Search the data below for the string "INFINITY" and copy all lines where it shows up.
Top of Extracted information
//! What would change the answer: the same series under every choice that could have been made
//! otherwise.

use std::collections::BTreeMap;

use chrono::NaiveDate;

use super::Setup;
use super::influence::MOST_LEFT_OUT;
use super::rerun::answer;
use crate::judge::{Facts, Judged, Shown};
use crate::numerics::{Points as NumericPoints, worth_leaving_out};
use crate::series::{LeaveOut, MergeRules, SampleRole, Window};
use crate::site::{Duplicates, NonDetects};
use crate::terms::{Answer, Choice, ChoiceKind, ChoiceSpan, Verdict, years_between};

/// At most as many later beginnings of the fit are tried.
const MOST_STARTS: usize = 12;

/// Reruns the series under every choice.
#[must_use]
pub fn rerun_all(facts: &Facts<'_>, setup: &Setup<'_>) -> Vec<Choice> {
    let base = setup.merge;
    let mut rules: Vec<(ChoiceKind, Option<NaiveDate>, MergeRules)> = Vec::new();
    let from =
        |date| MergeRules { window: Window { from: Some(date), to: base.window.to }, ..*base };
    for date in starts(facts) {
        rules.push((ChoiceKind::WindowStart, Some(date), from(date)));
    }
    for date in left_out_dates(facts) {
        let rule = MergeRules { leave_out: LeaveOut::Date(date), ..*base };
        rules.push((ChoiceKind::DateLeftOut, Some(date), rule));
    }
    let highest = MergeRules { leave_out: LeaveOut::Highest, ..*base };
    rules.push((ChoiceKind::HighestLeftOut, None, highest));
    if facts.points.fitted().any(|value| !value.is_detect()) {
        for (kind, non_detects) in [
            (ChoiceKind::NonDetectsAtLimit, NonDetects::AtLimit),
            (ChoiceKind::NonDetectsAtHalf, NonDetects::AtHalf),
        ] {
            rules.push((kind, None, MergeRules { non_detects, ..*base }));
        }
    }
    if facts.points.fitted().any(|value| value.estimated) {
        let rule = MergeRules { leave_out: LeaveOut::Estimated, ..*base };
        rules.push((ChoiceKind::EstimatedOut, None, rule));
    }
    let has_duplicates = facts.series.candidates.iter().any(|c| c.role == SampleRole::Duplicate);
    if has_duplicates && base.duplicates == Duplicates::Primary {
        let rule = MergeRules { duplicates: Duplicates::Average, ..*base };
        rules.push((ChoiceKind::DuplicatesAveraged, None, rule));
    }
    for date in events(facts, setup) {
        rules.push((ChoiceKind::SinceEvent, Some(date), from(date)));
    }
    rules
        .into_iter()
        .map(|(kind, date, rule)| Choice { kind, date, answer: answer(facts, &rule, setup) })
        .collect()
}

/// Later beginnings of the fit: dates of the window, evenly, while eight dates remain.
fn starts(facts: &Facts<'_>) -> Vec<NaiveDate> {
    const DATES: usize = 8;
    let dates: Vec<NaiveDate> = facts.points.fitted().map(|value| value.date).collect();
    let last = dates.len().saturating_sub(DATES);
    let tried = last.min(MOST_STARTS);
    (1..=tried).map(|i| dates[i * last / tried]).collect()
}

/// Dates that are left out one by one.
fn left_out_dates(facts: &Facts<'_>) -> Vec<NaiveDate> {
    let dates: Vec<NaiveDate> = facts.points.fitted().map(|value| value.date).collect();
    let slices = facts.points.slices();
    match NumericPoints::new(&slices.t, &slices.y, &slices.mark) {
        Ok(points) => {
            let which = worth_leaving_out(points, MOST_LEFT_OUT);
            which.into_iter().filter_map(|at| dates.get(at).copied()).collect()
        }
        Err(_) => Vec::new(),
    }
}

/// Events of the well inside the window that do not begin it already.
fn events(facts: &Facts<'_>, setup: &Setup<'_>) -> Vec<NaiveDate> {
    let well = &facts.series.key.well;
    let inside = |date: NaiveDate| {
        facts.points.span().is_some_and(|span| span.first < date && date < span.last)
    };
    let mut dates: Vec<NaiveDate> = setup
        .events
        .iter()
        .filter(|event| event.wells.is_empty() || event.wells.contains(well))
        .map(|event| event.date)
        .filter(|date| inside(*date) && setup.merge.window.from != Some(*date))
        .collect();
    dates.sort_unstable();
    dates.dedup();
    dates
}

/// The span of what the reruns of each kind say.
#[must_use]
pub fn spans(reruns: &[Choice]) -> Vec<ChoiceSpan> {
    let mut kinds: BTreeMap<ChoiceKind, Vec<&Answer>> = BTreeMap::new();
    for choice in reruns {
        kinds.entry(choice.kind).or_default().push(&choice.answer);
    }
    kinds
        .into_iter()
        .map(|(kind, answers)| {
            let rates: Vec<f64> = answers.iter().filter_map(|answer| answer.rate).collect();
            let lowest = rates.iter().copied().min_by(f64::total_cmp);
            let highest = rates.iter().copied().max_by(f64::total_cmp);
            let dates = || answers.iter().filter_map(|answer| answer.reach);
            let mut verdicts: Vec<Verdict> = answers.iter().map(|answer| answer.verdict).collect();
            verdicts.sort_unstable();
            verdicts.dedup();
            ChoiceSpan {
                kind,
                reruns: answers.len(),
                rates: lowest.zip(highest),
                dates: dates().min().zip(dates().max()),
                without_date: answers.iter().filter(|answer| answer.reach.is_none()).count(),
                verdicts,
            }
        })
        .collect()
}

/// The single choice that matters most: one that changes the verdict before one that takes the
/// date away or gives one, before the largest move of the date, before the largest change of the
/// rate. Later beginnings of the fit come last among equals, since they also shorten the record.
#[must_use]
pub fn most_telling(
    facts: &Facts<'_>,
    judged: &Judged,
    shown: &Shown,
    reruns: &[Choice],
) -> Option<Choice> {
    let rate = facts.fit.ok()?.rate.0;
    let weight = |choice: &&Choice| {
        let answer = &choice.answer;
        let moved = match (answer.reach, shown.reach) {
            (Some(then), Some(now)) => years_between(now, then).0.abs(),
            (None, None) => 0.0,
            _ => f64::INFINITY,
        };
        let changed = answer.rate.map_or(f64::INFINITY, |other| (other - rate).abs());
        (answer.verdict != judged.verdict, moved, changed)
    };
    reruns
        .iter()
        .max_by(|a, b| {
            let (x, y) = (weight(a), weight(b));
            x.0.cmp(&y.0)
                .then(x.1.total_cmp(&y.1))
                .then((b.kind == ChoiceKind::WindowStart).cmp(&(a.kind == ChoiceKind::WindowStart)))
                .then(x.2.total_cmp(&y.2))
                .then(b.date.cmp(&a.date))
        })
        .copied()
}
Bottom of Extracted information
Top of Extracted information
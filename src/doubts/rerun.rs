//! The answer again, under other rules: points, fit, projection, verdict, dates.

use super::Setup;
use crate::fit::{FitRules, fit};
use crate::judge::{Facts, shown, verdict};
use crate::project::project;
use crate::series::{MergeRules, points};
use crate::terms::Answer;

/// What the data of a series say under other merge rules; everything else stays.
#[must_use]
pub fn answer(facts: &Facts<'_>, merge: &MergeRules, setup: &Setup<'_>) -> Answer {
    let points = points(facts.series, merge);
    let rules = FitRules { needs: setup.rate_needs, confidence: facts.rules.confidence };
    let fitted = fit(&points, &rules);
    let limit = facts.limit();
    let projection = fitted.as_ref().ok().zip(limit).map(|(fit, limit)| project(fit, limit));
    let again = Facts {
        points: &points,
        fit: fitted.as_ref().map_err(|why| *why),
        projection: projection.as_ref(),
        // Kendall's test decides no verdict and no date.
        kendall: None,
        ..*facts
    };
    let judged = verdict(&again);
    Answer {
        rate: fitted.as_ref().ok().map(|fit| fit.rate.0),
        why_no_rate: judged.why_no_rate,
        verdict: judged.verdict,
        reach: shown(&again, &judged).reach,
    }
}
Bottom of Extracted information
Answer
            _ => f64::INFINITY,
        let changed = answer.rate.map_or(f64::INFINITY, |other| (other - rate).abs());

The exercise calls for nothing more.